How to complete this task:
How many lines in the listing include the string "consecutive"? Reply with the number alone.
** Given data follows **
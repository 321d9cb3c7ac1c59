"""Polygon input for Schwarz-Christoffel maps: checks, orientation and interior angles."""

import logging
from dataclasses import dataclass

import numpy as np

from lapsolve.errors import GeometryError, InputError

log = logging.getLogger(__name__)


@dataclass(frozen=True)
class Polygon:
    """A checked polygon, counter-clockwise.

    Attributes
    ----------
    vertices : ndarray of complex, shape (n,)
        Vertices in counter-clockwise order.
    angles : ndarray of float, shape (n,)
        Interior angles divided by pi, in ``(0, 2]`` (2 at the tip of a slit).
    reversed : bool
        True when the input was clockwise and has been reversed.
    """

    vertices: np.ndarray
    angles: np.ndarray
    reversed: bool


def as_complex(points, what="vertices"):
    """Return ``points`` (shape (n, 2) real or (n,) complex) as complex (n,)."""
    arr = np.asarray(points)
    if np.iscomplexobj(arr):
        z = arr.astype(complex).ravel()
    else:
        arr = np.asarray(arr, dtype=float)
        if arr.ndim == 1 and arr.size == 2:
            arr = arr.reshape(1, 2)
        if arr.ndim != 2 or arr.shape[1] != 2:
            raise InputError(f"{what} must have shape (n, 2), got {arr.shape}")
        z = arr[:, 0] + 1j * arr[:, 1]
    if not np.all(np.isfinite(z)):
        raise InputError(f"{what} contain a non-finite number")
    return z


def _cross(a, b):
    return a.real * b.imag - a.imag * b.real


def prepare_polygon(vertices):
    """Check a polygon and return it counter-clockwise with its interior angles.

    Parameters
    ----------
    vertices : array_like
        Shape (n, 2) real or (n,) complex. The closing vertex is not repeated.

    Returns
    -------
    Polygon

    Raises
    ------
    GeometryError
        Fewer than 3 vertices, repeated consecutive vertices, zero area, crossing
        edges, or turning angles that do not add up to one full turn.
    """
    z = as_complex(vertices)
    n = z.size
    if n < 3:
        raise GeometryError(f"a polygon needs at least 3 vertices, got {n}")
    scale = np.max(np.abs(z - z.mean()))
    edges = np.roll(z, -1) - z
    short = np.flatnonzero(np.abs(edges) <= 1e-14 * scale)
    if short.size:
        i = int(short[0])
        raise GeometryError(f"consecutive vertices {i} and {(i + 1) % n} coincide")
    area = 0.5 * np.sum(_cross(z, np.roll(z, -1)))
    if abs(area) <= 1e-14 * scale**2:
        raise GeometryError("the polygon has zero area")
    _check_edges(z, scale)
    flipped = area < 0
    if flipped:
        log.info("polygon given clockwise; vertices reversed to counter-clockwise")
        z = z[::-1].copy()
        edges = np.roll(z, -1) - z
    incoming = np.roll(edges, 1)
    turn = np.angle(edges / incoming)
    tip = (np.abs(_cross(incoming, edges)) <= 1e-13 * np.abs(incoming) * np.abs(edges)) & (
        (incoming.real * edges.real + incoming.imag * edges.imag) < 0)
    # A boundary that doubles back is the tip of a slit: interior angle 2*pi.
    turn = np.where(tip, -np.pi, turn)
    total = turn.sum() / (2 * np.pi)
    if abs(total - 1.0) > 1e-9:
        raise GeometryError(
            f"the boundary turns {total:.6g} times instead of once: the polygon is not simple")
    return Polygon(vertices=z, angles=1.0 - turn / np.pi, reversed=bool(flipped))


def _check_edges(z, scale):
    """Refuse crossing or same-direction overlapping edges (slits are allowed)."""
    n = z.size
    a, b = z, np.roll(z, -1)
    i, j = np.triu_indices(n, k=2)
    keep = ~((i == 0) & (j == n - 1))
    i, j = i[keep], j[keep]
    if i.size == 0:
        return
    tol = 1e-12 * scale * scale
    da, db = b[i] - a[i], b[j] - a[j]
    o1, o2 = _cross(da, a[j] - a[i]), _cross(da, b[j] - a[i])
    o3, o4 = _cross(db, a[i] - a[j]), _cross(db, b[i] - a[j])
    proper = (o1 * o2 < 0) & (o3 * o4 < 0) & (np.minimum.reduce(
        [abs(o1), abs(o2), abs(o3), abs(o4)]) > tol)
    if np.any(proper):
        k = int(np.flatnonzero(proper)[0])
        raise GeometryError(f"the polygon is not simple: edges {i[k]} and {j[k]} cross")
    collinear = np.maximum.reduce([abs(o1), abs(o2), abs(o3), abs(o4)]) <= tol
    for k in np.flatnonzero(collinear):
        p, q = i[k], j[k]
        unit = (b[p] - a[p]) / abs(b[p] - a[p])
        s = ((np.array([a[q], b[q]]) - a[p]) / unit).real
        overlap = min(abs(b[p] - a[p]), s.max()) - max(0.0, s.min())
        if overlap <= 1e-12 * scale:
            continue
        same = (unit.conjugate() * (b[q] - a[q])).real > 0
        probe = a[p] + unit * (max(0.0, s.min()) + 0.5 * overlap) + 1e-7 * scale * 1j * unit
        if same or winding_number(np.array([probe]), z)[0] == 0:
            raise GeometryError(f"edges {p} and {q} of the polygon overlap")


def winding_number(points, z):
    """Winding number of the closed polygon ``z`` around each of ``points``."""
    a = z[None, :]
    b = np.roll(z, -1)[None, :]
    p = points[:, None]
    up = (a.imag <= p.imag) & (b.imag > p.imag)
    down = (a.imag > p.imag) & (b.imag <= p.imag)
    side = _cross(b - a, p - a)
    return np.sum(up & (side > 0), axis=1) - np.sum(down & (side < 0), axis=1)


def point_segment_distance(p, a, b):
    d = b - a
    t = np.clip(((p - a) * d.conjugate()).real / np.maximum(abs(d) ** 2, 1e-300), 0.0, 1.0)
    return abs(p - (a + t * d))


def segment_distance(p, q, a, b):
    """Distance between segments [p, q] and [a, b] (broadcast)."""
    d1, d2 = _cross(q - p, a - p), _cross(q - p, b - p)
    d3, d4 = _cross(b - a, p - a), _cross(b - a, q - a)
    crossing = (d1 * d2 < 0) & (d3 * d4 < 0)
    dist = np.minimum.reduce([
        point_segment_distance(p, a, b), point_segment_distance(q, a, b),
        point_segment_distance(a, p, q), point_segment_distance(b, p, q)])
    return np.where(crossing, 0.0, dist)



def doubled_edges(z):
    """Pairs of edges that run along the same segment in opposite directions (slits).

    Parameters
    ----------
    z : ndarray of complex, shape (n,)
        A polygon accepted by :func:`prepare_polygon`.

    Returns
    -------
    list of (int, int)
        Edge pairs ``(i, j)``, ``i < j``; edge ``k`` joins vertices ``k`` and ``k + 1``.
    """
    n = z.size
    a, b = z, np.roll(z, -1)
    i, j = np.triu_indices(n, k=1)
    scale = np.max(np.abs(z - z.mean()))
    tol = 1e-12 * scale * scale
    da, db = b[i] - a[i], b[j] - a[j]
    collinear = np.maximum(abs(_cross(da, a[j] - a[i])), abs(_cross(da, b[j] - a[i]))) <= tol
    opposite = (da.conjugate() * db).real < 0
    pairs = []
    for p, q in zip(i[collinear & opposite], j[collinear & opposite]):
        unit = (b[p] - a[p]) / abs(b[p] - a[p])
        s = ((np.array([a[q], b[q]]) - a[p]) / unit).real
        if min(abs(b[p] - a[p]), s.max()) - max(0.0, s.min()) > 1e-12 * scale:
            pairs.append((int(p), int(q)))
    return pairs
** End of Given data **
Exercise result:
2